Hydrogen Sulfide Sensing Using Lab-on-a-Chip Device for Biomedical and Environmental Use

Hydrogen sulfide (H₂S) detection is an important capability for applications that range from environmental to biomedical use. In medical application, hydrogen sulfide may be an effective marker for various cardiovascular diseases. This work reports progress on H₂S detection using a unique lab-on-a-chip device designed specifically for both environmental and biomedical applications. The chip consisted of three distinct layers of PEO/PDMS structures which have been bonded using various techniques including Reactive Ion Etching (RIE). First layer consisted of capillary channels to organize the flow of the sample. Also, liberation of the sulfide took place at this layer. The second layer was a H₂S selective membrane. The third layer consisted of trapping chamber where trapped H₂S samples were withdrawn for the quantification of H₂S concentration. Fabrication of the first layer was accomplished using photolithography technique. Specifically, the chip incorporated unique design features and operation with advanced liberating chemistry that effectively released H₂S from aqueous solutions introduced to the device. Mixture of poly-dimethylsiloxane-ethylene oxide polymeric (PDMS-b-PEO) and polydimethylsiloxane (PDMS) was cast on Su8 mold which produced super hydrophilic channels that allowed liquid flow via capillary action. The chip has been both fabricated and characterized as reported in this work. For each sample, 150 μL of the reaction volume was loaded in an HPLC vial and analyzed by a Shimadzu Prominence HPLC equipped with fluorescence detection and an eclipse XDB-C18 column. Sulfide transfer increased steadily at a rate of approximately 2% per minute until peaking at approximately 60% at 30 minutes. Percent transfer data show that sulfide diffused into the trapping chamber in a reproducible manner and that it was stable once it reached its peak at 30 minutes.
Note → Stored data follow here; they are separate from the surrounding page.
class ChecksumError(ChunkCheckError):
    """A stored chunk whose bytes do not match its checksum (the file is damaged)."""


class ChunkReadError(ValueError):
    """A chunk check failed; carries the chunk's description for the user's message.

    Parameters
    ----------
    where : str
        The chunk in words (:meth:`ChunkIndex.describe`).
    cause : ChunkCheckError
        The check that failed.

    Examples
    --------
    >>> err = ChunkReadError("the stored chunk at rows 0–1", ChecksumError("Fletcher-32 checksum mismatch"))
    >>> str(err)
    'the stored chunk at rows 0–1: Fletcher-32 checksum mismatch'
    """

    def __init__(self, where: str, cause: ChunkCheckError):
        self.where, self.cause = where, cause
        super().__init__(f"{where}: {cause}")


_ROW = 4096  # words per row when the checksum folds the chunk into a 2-D array


def _fletcher32(data: RawBytes) -> int:
    """HDF5's Fletcher-32 checksum of a byte string (16-bit words read big-endian).

    The same value as HDF5's ``H5_checksum_fletcher32``: with words w_0 … w_{n-1},
    sum1 = Σ w_i and sum2 = Σ (n - i) w_i, both modulo 65535, where HDF5's folding leaves
    a non-zero multiple of 65535 as 65535 rather than 0. Σ i·w_i is taken from the row
    and column sums of the words laid out in rows of ``_ROW``, so that checking a chunk
    costs two passes over its bytes (and numpy releases the GIL) instead of a loop.

    References
    ----------
    Fletcher, J. G. (1982). An arithmetic checksum for serial transmissions. IEEE
    Transactions on Communications, 30(1), 247-252. doi:10.1109/TCOM.1982.1095369
    """
    buf = np.frombuffer(data, dtype=np.uint8)
    if buf.size % 2:
        buf = np.concatenate([buf, np.zeros(1, np.uint8)])  # an odd last byte is a high byte
    words = buf.view(">u2")
    n = words.size
    if n % _ROW:
        words = np.concatenate([words, np.zeros(_ROW - n % _ROW, ">u2")])  # zeros add nothing
    rows = words.reshape(-1, _ROW).sum(axis=1, dtype=np.int64)
    cols = words.reshape(-1, _ROW).sum(axis=0, dtype=np.int64) % 65535
    total = int(rows.sum())
    rows %= 65535
    index_weighted = _ROW * int(np.dot(np.arange(rows.size, dtype=np.int64) % 65535, rows)) + int(
        np.dot(np.arange(_ROW, dtype=np.int64), cols)
    )
    s1, s2 = total % 65535, (n * total - index_weighted) % 65535
    if total:  # HDF5's folding never reaches 0 once any word is non-zero
        s1, s2 = s1 or 65535, s2 or 65535
    return (s2 << 16) | s1


_FAST_FLETCHER32: list[Any] = []  # [codec or None], decided on first use


def _fast_fletcher32() -> Any:
    """numcodecs' Fletcher32 codec if it follows HDF5's convention here, else None.

    numcodecs 0.16 computes HDF5's sum (big-endian 16-bit words, an odd last byte as a
    high byte, the sum stored little-endian after the data) in compiled code, about four
    times faster than :func:`_fletcher32`; some earlier releases read the words in native
    order, and some refused a mismatch only with ``assert`` (skipped under ``python -O``).
    So the codec is used only after it accepts chunks checksummed by :func:`_fletcher32`
    (odd and even lengths) and refuses the same chunks with one bit changed.
    """
    if not _FAST_FLETCHER32:
        codec = None
        try:
            from numcodecs import Fletcher32

            candidate = Fletcher32()
            ok = True
            for size in (4099, 4100):
                body = bytes((i * 7919 + 13) % 256 for i in range(size))
                good = body + _fletcher32(body).to_bytes(4, "little")
                bad = bytes([good[0] ^ 0x10]) + good[1:]
                ok &= bytes(candidate.decode(good)) == body
                try:
                    candidate.decode(bad)
                    ok = False
                except (RuntimeError, AssertionError, ValueError):
                    pass
            codec = candidate if ok else None
        except Exception:  # noqa: BLE001 - any failure of an optional codec: use our own sum
            codec = None
        _FAST_FLETCHER32.append(codec)
    return _FAST_FLETCHER32[0]


def _check_fletcher32(data: RawBytes) -> RawBytes:
    """The chunk without its checksum trailer, after checking the trailer against the data.

    HDF5 accepts the correct sum and, for files written by its releases before 1.6.3,
    the sum with the bytes of each 16-bit half swapped; so do we (a sum the fast codec
    refuses is checked again here, which also gives both sums for the message).
    """
    if len(data) < 4:
        raise ChecksumError(f"stored chunk of {len(data)} bytes is shorter than its Fletcher-32 checksum")
    codec = _fast_fletcher32()
    if codec is not None:
        try:
            decoded: RawBytes = codec.decode(data)
            return decoded
        except (RuntimeError, AssertionError, ValueError):
            pass
    body, trailer = data[:-4], data[-4:]
    stored = int.from_bytes(trailer, "little")
    computed = _fletcher32(body)
    le = computed.to_bytes(4, "little")
    swapped = int.from_bytes(bytes((le[1], le[0], le[3], le[2])), "little")
    if stored not in (computed, swapped):
        raise ChecksumError(f"Fletcher-32 checksum mismatch (stored {stored:#010x}, computed {computed:#010x})")
    return body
Characterization and testing of the fully assembled device indicates significant promise and utility. Additional improvements may be made by optimizing parameters such as the decreasing ratio of the chamber volumes to the membrane area and the membrane thickness. The performance of this microfludic device was attributed to hydrophilic surface of PEO/PDMS, strong bonding of the chip using 3M transfer tape and well suited PDMS membrane that allow selective diffusion of hydrogen sulfide.